---------- Material provided ----------
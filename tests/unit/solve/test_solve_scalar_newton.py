"""Safeguarded Newton for one unknown."""

import math

import pytest
from solve_problems import scalar

from eqsheet.solve.ladder import solve_scalar
from eqsheet.solve.outcome import Status
from eqsheet.solve.scalar_newton import scalar_newton
from eqsheet.solve.trail import Budget, Trail


def run(p):
    return scalar_newton(p, p.start, Trail("newton", p.start, Budget()))


@pytest.mark.parametrize("start", [1.0, 10.0, 100.0, 1000.0, 1e-6, 1e6])
def test_logarithm_from_anywhere(start):
    outcome = run(scalar(lambda x: math.log(x) + x / 50 - 0.5, lambda x: 1 / x + 0.02, start))
    assert outcome.status is Status.CONVERGED
    # Newton in 30 digits by hand: x = 1.59731...; here the equation itself is the witness.
    assert math.log(outcome.x[0]) + outcome.x[0] / 50 == pytest.approx(0.5, abs=2e-16)


def test_bounds_are_kept_strictly():
    seen = []
    outcome = run(scalar(lambda x: x * x - 2, lambda x: 2 * x, 0.01, 0.0, 1.5, seen=seen))
    assert outcome.x[0] == pytest.approx(math.sqrt(2), rel=1e-15)
    assert all(0.0 < x < 1.5 for x in seen)


def test_a_root_on_the_bound_rests_there():
    outcome = run(scalar(lambda x: x * (x + 3), lambda x: 2 * x + 3, 2.0, 0.0))
    assert outcome.status is Status.CONVERGED
    assert outcome.on_bound == (0,)


def test_double_root_is_named():
    outcome = run(
        scalar(lambda x: x * x - 2 * x + 1, lambda x: 2 * x - 2, 3.0, size=lambda x: 2 * abs(x) + 1)
    )
    assert outcome.status is Status.DOUBLE
    assert outcome.x[0] == pytest.approx(1.0, abs=1e-7)


def test_without_a_root_it_stalls_at_the_minimum():
    outcome = solve_scalar(scalar(lambda x: x * x + 1, lambda x: 2 * x, 3.0))
    assert not outcome.solved
    assert outcome.x[0] == pytest.approx(0.0, abs=1e-3)


@pytest.mark.parametrize(
    ("residual", "slope"),
    [
        (lambda x: math.exp(-x), lambda x: -math.exp(-x)),
        (lambda x: 1 / x, lambda x: -1 / x**2),
        (lambda x: 1 + 1 / x - 1, lambda x: -1 / x**2),
    ],
)
def test_a_root_at_infinity_is_not_a_root(residual, slope):
    assert not solve_scalar(scalar(residual, slope, 1.0, size=lambda x: 1.0)).solved


def test_stationary_start_is_left_when_the_other_side_is_known():
    # f(0) = -1 with slope 0: Newton has no direction, bracketing finds +1 and -1 (x^4 = 1).
    outcome = solve_scalar(scalar(lambda x: x**4 - 1, lambda x: 4 * x**3, 0.0))
    assert outcome.solved
    assert abs(outcome.x[0]) == pytest.approx(1.0, rel=1e-15)


def test_interrupt_keeps_the_best_point():
    calls = []

    def residual(x):
        calls.append(x)
        if len(calls) > 4:
            raise KeyboardInterrupt
        return math.exp(x) - 1e9

    outcome = solve_scalar(scalar(residual, math.exp, 30.0))
    assert outcome.status is Status.INTERRUPTED
    assert 20.0 < outcome.x[0] < 30.0
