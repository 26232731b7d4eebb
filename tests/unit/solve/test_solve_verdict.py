"""The afresh judgement: residuals against sizes and rounding, digits against the condition."""

import numpy as np
import pytest

from eqsheet.solve.verdict import judge

EPS = 2.0**-53


def verdict(matrix, x, residual, sizes=None, bounds=None):
    matrix, x = np.array(matrix, dtype=float), np.array(x, dtype=float)
    n = len(x)
    return judge(
        np.array(residual, dtype=float),
        np.abs(matrix) @ np.abs(x) if sizes is None else np.array(sizes, dtype=float),
        np.zeros(n) if bounds is None else np.array(bounds, dtype=float),
        matrix,
        x,
        np.abs(x),
    )


def test_exact_solution_has_all_digits():
    v = verdict([[2, 0], [0, 3]], [1, 1], [0, 0])
    assert v.solved
    assert v.digits == (15, 15)


def test_a_residual_of_a_millionth_is_not_solved():
    v = verdict([[2, 0], [0, 3]], [1, 1], [0, 1e-6])
    assert not v.solved
    assert v.worst == 1
    assert v.residual == pytest.approx(1e-6 / 3)


def test_a_residual_within_its_running_error_bound_is_solved():
    assert verdict([[1]], [1], [1e-7], sizes=[1], bounds=[2e-7]).solved
    assert not verdict([[1]], [1], [1e-7], sizes=[1], bounds=[0.5e-7]).solved


def test_digits_fall_with_the_condition():
    # Two lines at an angle of 1e-8: an error of 1e-16 moves their crossing by 1e-8.
    v = verdict([[1, 1], [1, 1 + 1e-8]], [1, 1], [0, 0])
    assert v.condition > 1e7
    assert 6 <= min(v.digits) <= 8


def test_the_forward_error_bounds_the_true_error():
    # Hilbert matrix of order 6 with solution of ones, right side rounded: compare with the exact solve of
    # sympy.
    import sympy

    n = 6
    hilbert = np.array([[1 / (i + j + 1) for j in range(n)] for i in range(n)])
    right = hilbert @ np.ones(n)
    x = np.linalg.solve(hilbert, right)
    exact = sympy.Matrix(n, n, lambda i, j: sympy.Rational(float(hilbert[i, j]))).LUsolve(
        sympy.Matrix([sympy.Rational(float(r)) for r in right])
    )
    true_error = np.array([abs(float(sympy.Rational(float(a)) - b)) for a, b in zip(x, exact)])
    v = judge(hilbert @ x - right, right, EPS * n * right, hilbert, x, np.ones(n))
    assert v.solved
    assert (true_error <= v.forward_error).all()


def test_a_singular_jacobian_leaves_no_digits():
    v = verdict([[1, 1], [1, 1]], [1, 1], [0, 0])
    assert v.digits == (0, 0)
    assert v.condition == np.inf


def test_a_residual_that_is_not_finite_is_not_solved():
    v = verdict([[1, 0], [0, 1]], [1, 1], [0, np.nan])
    assert not v.solved
    assert v.worst == 1


@pytest.mark.parametrize("scale", [1e-6, 1e6])
def test_units_do_not_matter(scale):
    matrix = np.array([[1.0, 2.0], [3.0, -1.0]])
    x = np.array([0.3, 7.0])
    residual = np.array([1e-16, 3e-15])
    before = judge(residual, np.abs(matrix) @ x, residual, matrix, x, x)
    scaled = matrix / [scale, 1.0]
    after = judge(
        residual * [1, scale],
        (np.abs(matrix) @ x) * [1, scale],
        residual * [1, scale],
        scaled * [[1], [scale]],
        x * [scale, 1],
        x * [scale, 1],
    )
    assert after.solved == before.solved
    assert after.digits == before.digits
    assert after.condition == pytest.approx(before.condition)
----------
#### [Exercise prompt]
Wherever the line holding "v = verdict([[2, 0], [0, 3]], [1, 1], [0, 0])" falls in the entries above, copy exactly from it through the line holding "[1e-7], sizes=[1], bounds=[0.5e-7]).solved", inclusive, and add nothing.

#### [Exercise response]
    v = verdict([[2, 0], [0, 3]], [1, 1], [0, 0])
    assert v.solved
    assert v.digits == (15, 15)


def test_a_residual_of_a_millionth_is_not_solved():
    v = verdict([[2, 0], [0, 3]], [1, 1], [0, 1e-6])
    assert not v.solved
    assert v.worst == 1
    assert v.residual == pytest.approx(1e-6 / 3)


def test_a_residual_within_its_running_error_bound_is_solved():
    assert verdict([[1]], [1], [1e-7], sizes=[1], bounds=[2e-7]).solved
    assert not verdict([[1]], [1], [1e-7], sizes=[1], bounds=[0.5e-7]).solved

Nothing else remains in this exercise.